趙老爺子正眼也沒瞧一眼馮永,只顧盯著熱氣騰騰的火鍋,嘴裡說了一聲,「來了?」
仿佛他才是這裡的主人。
還沒等馮永回答,老爺子又吩咐李慕,「再去拿些肉來,這點還不夠寒牙的。」
李慕不敢怠慢,連忙小跑著出去準備。
「坐啊,呆站著做什麼?」
趙雲指了指身邊的椅子。
「哦,好,坐。」
馮永這才回過神來,在趙雲的身邊坐下。
李慕很快回來了,手裡端著一個腦袋般大的盆,恭維道,「古時廉頗,老時仍能食斗米,十斤肉,披甲上馬。」
「老將軍虎威,飯食不差廉頗,自冀城馳至平襄,卻是不見疲色,比那廉頗更甚一籌。」
趙雲哈哈一笑,指了指李慕,「我知道你,你就是那個南鄉的誰誰來著?」
「妾乃李家人,賤名慕字。」
李慕很是知機。
「對,就是那個南鄉慕娘子!」
趙雲笑聲不歇,「是個連男兒都自嘆不如的巾幗人物,不簡單啊!」
「謝老將軍誇獎。」
李慕臉上帶著謙卑的笑容,微微一福。
趙雲轉過頭來,看了一眼馮永,「你小子果然有眼光!」
啊?啥意思?
馮永下意識地看向李慕,正好碰到李慕看過來的目光。
只見她臉上微微一紅,有些羞意地低下頭去。
「老爺……咳,老將軍,這個……」
「行了行了,老夫不就和你家如夫人說了兩句話?看你這沒出息模樣!」
「你和二郎是親親的兄弟,老夫身為長輩,難道這樣也算是失禮?」
趙雲沒好氣地打斷了馮永的話,對著李慕揮了揮手,「行了,下去吧。老夫自己來。」
李慕福了一福,又羞答答地看了一眼馮永,這才轉身走了。
你倒是解釋一下啊,這可是關係到你的名聲!
馮永眼睜睜地看著李慕走了出去。
趙雲撈起鍋里的熟肉,放到碗裡隨意沾兩下,連續吞了近半碗肉,這才滿意地呼出一口熱氣,點了點頭,「你小子果真是個會享福的。
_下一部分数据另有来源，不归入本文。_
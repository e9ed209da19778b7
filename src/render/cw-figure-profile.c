#include "config.h"

#include <glib/gi18n-lib.h>
#include <math.h>

#include "cw-figures.h"
#include "cw-render-private.h"

/* Ring inversion: chair → half-chair → twist-boat → boat → twist-boat → half-chair → chair on a
 * schematic coordinate, each station at its own level, relative to the more stable chair. */

#define N_STATIONS 7

static const char *const station_names[N_STATIONS] = {
  N_("chair 1"), N_("half-chair"), N_("twist-boat"), N_("boat"), N_("twist-boat"), N_("half-chair"), N_("chair 2") };

/* Levels in kcal/mol above the lower chair. */
static void
levels (const CwData *data, const CwAnalysis *an, double g[N_STATIONS])
{
  const CwRingEnergetics *ring = data ? cw_interaction_table_get_ring (data->interactions) : NULL;
  double                  gmin = MIN (an->chair[0].energy, an->chair[1].energy);
  double                  boat_above_tb = ring ? ring->boat.g - ring->twist_boat.g : 0.0;

  g[0] = an->chair[0].energy - gmin;
  g[6] = an->chair[1].energy - gmin;
  g[1] = g[5] = an->barrier;
  g[2] = g[4] = an->twist_boat - gmin;
  g[3] = g[2] + MAX (boat_above_tb, 0.0);
  /* The half-chair is the top of the path; keep it there even if the estimates cross. */
  g[1] = g[5] = MAX (g[1], MAX (g[3], MAX (g[0], g[6])) + 0.1);
}

static double
curve (const double g[N_STATIONS], double s)
{
  int    i = CLAMP ((int) floor (s), 0, N_STATIONS - 2);
  double t = s - i;
  /* Cosine easing: flat at every station, so minima and maxima sit on the stations. */
  double w = 0.5 * (1 - cos (G_PI * t));

  return g[i] + (g[i + 1] - g[i]) * w;
}

/* side: 0 centred on the bar, -1 standing out to the left of it, +1 to the right (the chairs
 * at the ends, so the curve leaving or reaching them does not run through the number). */
static void
level_label (CwScene *scene, const CwPlot *plot, double x, double g, const CwRenderOptions *opt, gboolean below, int side)
{
  g_autofree char *v = cw_render_format_value (g, opt->unit);
  double           px = cw_plot_x (plot, x), py = cw_plot_y (plot, g);
  double           lx = side < 0 ? px + 2 : side > 0 ? px - 2 : px, ax = side < 0 ? 1.0 : side > 0 ? 0.0 : 0.5;

  cw_scene_line (scene, CW_ROLE_LEVEL, CW_INK_TEXT, px - 14, py, px + 14, py, 2.0);
  cw_scene_text_at (scene, CW_ROLE_LEVEL, CW_INK_TEXT, v, 9, FALSE, lx, below ? py + 4 : py - 4, ax, below ? 0 : 1);
}

#define ARROW_TEXT 9.5

/* Where the label of an arrow between two levels goes: beside the arrow, half-way up; or, when
 * the levels are too close for that, above the upper one, clear of the dotted guides. Gives
 * the label's vertical anchor (as cw_scene_text_at takes it) in *ay. */
static double
arrow_label_y (const CwPlot *plot, double ga, double gb, double *ay)
{
  double ya = cw_plot_y (plot, ga), yb = cw_plot_y (plot, gb);

  if (fabs (ya - yb) >= 2.0 * ARROW_TEXT)
    {
      *ay = 0.5;
      return 0.5 * (ya + yb);
    }
  *ay = 1.0;
  return MIN (ya, yb) - 3;
}

/* A double arrow between two levels at x, with dotted guides from the stations it refers to.
 * Returns its label. */
static CwPrim *
vertical_arrow (CwScene *scene, const CwPlot *plot, double px, double ga, double gb, double sa, double sb, const char *markup)
{
  double  ya = cw_plot_y (plot, ga), yb = cw_plot_y (plot, gb), ay, ly = arrow_label_y (plot, ga, gb, &ay);
  CwPrim *p;

  p = cw_scene_line (scene, CW_ROLE_LEVEL, CW_INK_MUTED, cw_plot_x (plot, sa) + 15, ya, px + 3, ya, 0.7);
  p->dash = 1.0;
  p = cw_scene_line (scene, CW_ROLE_LEVEL, CW_INK_MUTED, cw_plot_x (plot, sb) + 15, yb, px + 3, yb, 0.7);
  p->dash = 1.0;
  if (fabs (ya - yb) > 9)
    cw_scene_arrow (scene, CW_ROLE_ARROW, CW_INK_TEXT, px, ya, px, yb, 1.0, TRUE);
  return cw_scene_text_at (scene, CW_ROLE_LEVEL, CW_INK_TEXT, markup, ARROW_TEXT, FALSE, px + 5, ly, 0.0, ay);
}

CwScene *
cw_profile_build (const CwData *data, const CwMolecule *mol, const CwAnalysis *an, const CwRenderOptions *opt, double width, double height)
{
  CwScene         *scene = cw_scene_new (width, height);
  double           g[N_STATIONS], top = 0, step;
  CwPlot           plot;
  CwPoint          pts[241];
  g_autofree char *title = g_strdup_printf (_("G relative to the more stable chair, %s"),
                                               cw_energy_unit_symbol (opt->unit));
  g_autofree char *dg = cw_render_format_energy (an->delta_g, opt->unit);
  g_autofree char *bar = cw_render_format_energy (an->barrier, opt->unit);
  g_autofree char *dg_markup = g_strdup_printf ("Δ<i>G</i>° = %s", dg);
  g_autofree char *bar_markup = g_strdup_printf ("Δ<i>G</i><sup>‡</sup> = %s", bar);
  int              low = an->chair[0].energy <= an->chair[1].energy ? 0 : 6;
  CwPrim          *bar_label;
  double           dg_y, dg_ay, dg_x;

  levels (data, an, g);
  for (int i = 0; i < N_STATIONS; i++)
    top = MAX (top, g[i]);
  /* The axis is in the display unit; the levels stay in kcal/mol and are converted on the way. */
  for (int i = 0; i < N_STATIONS; i++)
    g[i] = cw_energy_from_kcal (g[i], opt->unit);
  top = cw_energy_from_kcal (top, opt->unit);
  step = cw_nice_step (top * 1.15, 5);
  plot.area = (CwBox){ 56, 30, width - 56 - 16, height - 30 - 44 };
  plot.x0 = -0.5;
  plot.x1 = N_STATIONS + 1.3; /* room on the right for the two arrows */
  plot.y0 = 0;
  plot.y1 = ceil (top * 1.12 / step) * step;
  cw_plot_axes (scene, &plot, 0, step, 0);
  cw_scene_text (scene, CW_ROLE_AXIS, CW_INK_TEXT, title, 10, FALSE, plot.area.x - 40, 8);

  for (int i = 0; i < 241; i++)
    {
      double s = (N_STATIONS - 1) * i / 240.0;
      pts[i] = (CwPoint){ cw_plot_x (&plot, s), cw_plot_y (&plot, curve (g, s)) };
    }
  cw_scene_polyline (scene, CW_ROLE_CURVE, CW_INK_SERIES_1, pts, 241, 2.0);
  for (int i = 0; i < N_STATIONS; i++)
    {
      gboolean maximum = i == 1 || i == 3 || i == 5;
      double   px = cw_plot_x (&plot, i);

      level_label (scene, &plot, i, g[i], opt, !maximum && i != 0 && i != 6, i == 0 ? -1 : i == 6 ? 1 : 0);
      cw_scene_text_at (scene, CW_ROLE_AXIS, CW_INK_TEXT, _(station_names[i]), 9, i == 0 || i == 6, px, plot.area.y + plot.area.h + 6, 0.5, 0);
    }
  /* Beyond the last station: the barrier from the lower chair, then ΔG° between the chairs. */
  bar_label = vertical_arrow (scene, &plot, cw_plot_x (&plot, N_STATIONS - 0.5), g[low], g[5], low, 5, bar_markup);
  /* the ΔG° arrow stands clear of the barrier's label when its own label would be level with it */
  dg_y = arrow_label_y (&plot, g[0], g[6], &dg_ay) - dg_ay * 1.4 * ARROW_TEXT;
  dg_x = cw_plot_x (&plot, N_STATIONS + 0.2);
  if (dg_y < bar_label->box.y + bar_label->box.h + 2 && dg_y + 1.4 * ARROW_TEXT > bar_label->box.y - 2)
    dg_x = MAX (dg_x, bar_label->box.x + bar_label->box.w + 8);
  vertical_arrow (scene, &plot, dg_x, g[0], g[6], 0, 6, dg_markup);
  cw_scene_fit (scene, 4);
  return scene;
}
」
「吃得好,用得好,就連挑個如夫人,那也是頂尖的人物。」
老不正經地翹起大拇指,讚揚了一聲。
「老將軍,她不是我的如夫人。」
馮永無力地試圖辯解一聲。
「滾!這種話騙騙別人也就算了,還能拿來騙老夫?」趙雲鄙夷地看了一眼馮永,「當老夫眼瞎呢?」
「不是你家的如夫人,那就是侍婢了?這就過份了。這女子可不比普通女子,正室配不上,但先給個妾室的名分,不然就太寒人家的心了。」
趙老爺子頭頭是道地教訓道,「以後你再立下大功,說不定可以給她抬個媵妾,這才不負人家幫你打理這麼大的產業。」
「好好好,老將軍說得是。」
馮永對老爺子插手自家後院之事敢怒不敢言,「卻是不知老將軍此次突然過來,可是有什麼緊急之事?」
說到正事,趙雲這才臉色一正,然後又涮了一大堆羊肉,這才問了一句,「丞相不是讓你給李豐寫信麼?你寫了沒?」
「已經寫好了,只是還沒來得及送出去。」
馮永心裡一驚,還沒來得及想清楚老爺子是怎麼知道這個事情,只得先解釋了一聲。
「到時候交予我就成,我來幫你送。」
趙雲又呼嚕呼嚕地吃下一大碗肉,嘆息道,「可惜沒酒。」
能不能好好說話?
馮永滿腹牢騷,老傢伙這次突然過來,很明顯就是與李嚴之事有關。
他只得起身,又去外頭拿了一壇蜜酒回來,順便吩咐關姬一聲,讓所有人不得靠近大廳。
「你小子就是沒你那個如夫人有眼色,非要我說出來才會拿出好東西。」
趙雲看到酒罈子眼中就發亮,搶過來喝了一大口,這才打了個嗝,「這酒好啊!」
「老將軍,咱們說正事,正事。」
要不打不過這老頭,真想把他拎起來逼問。
「好,正事。」趙雲又吃了一大口,這才說道,「隴西那邊的羌胡,這個冬日可能有異動,需要你這個護羌校尉親自跑一趟。」
馮永一驚,「隴西的羌胡?」
隴右四郡,其中三郡的羌胡都已經鎮壓和安撫完畢,唯有隴西,因為地域過大,而且大漢只控制住了東面。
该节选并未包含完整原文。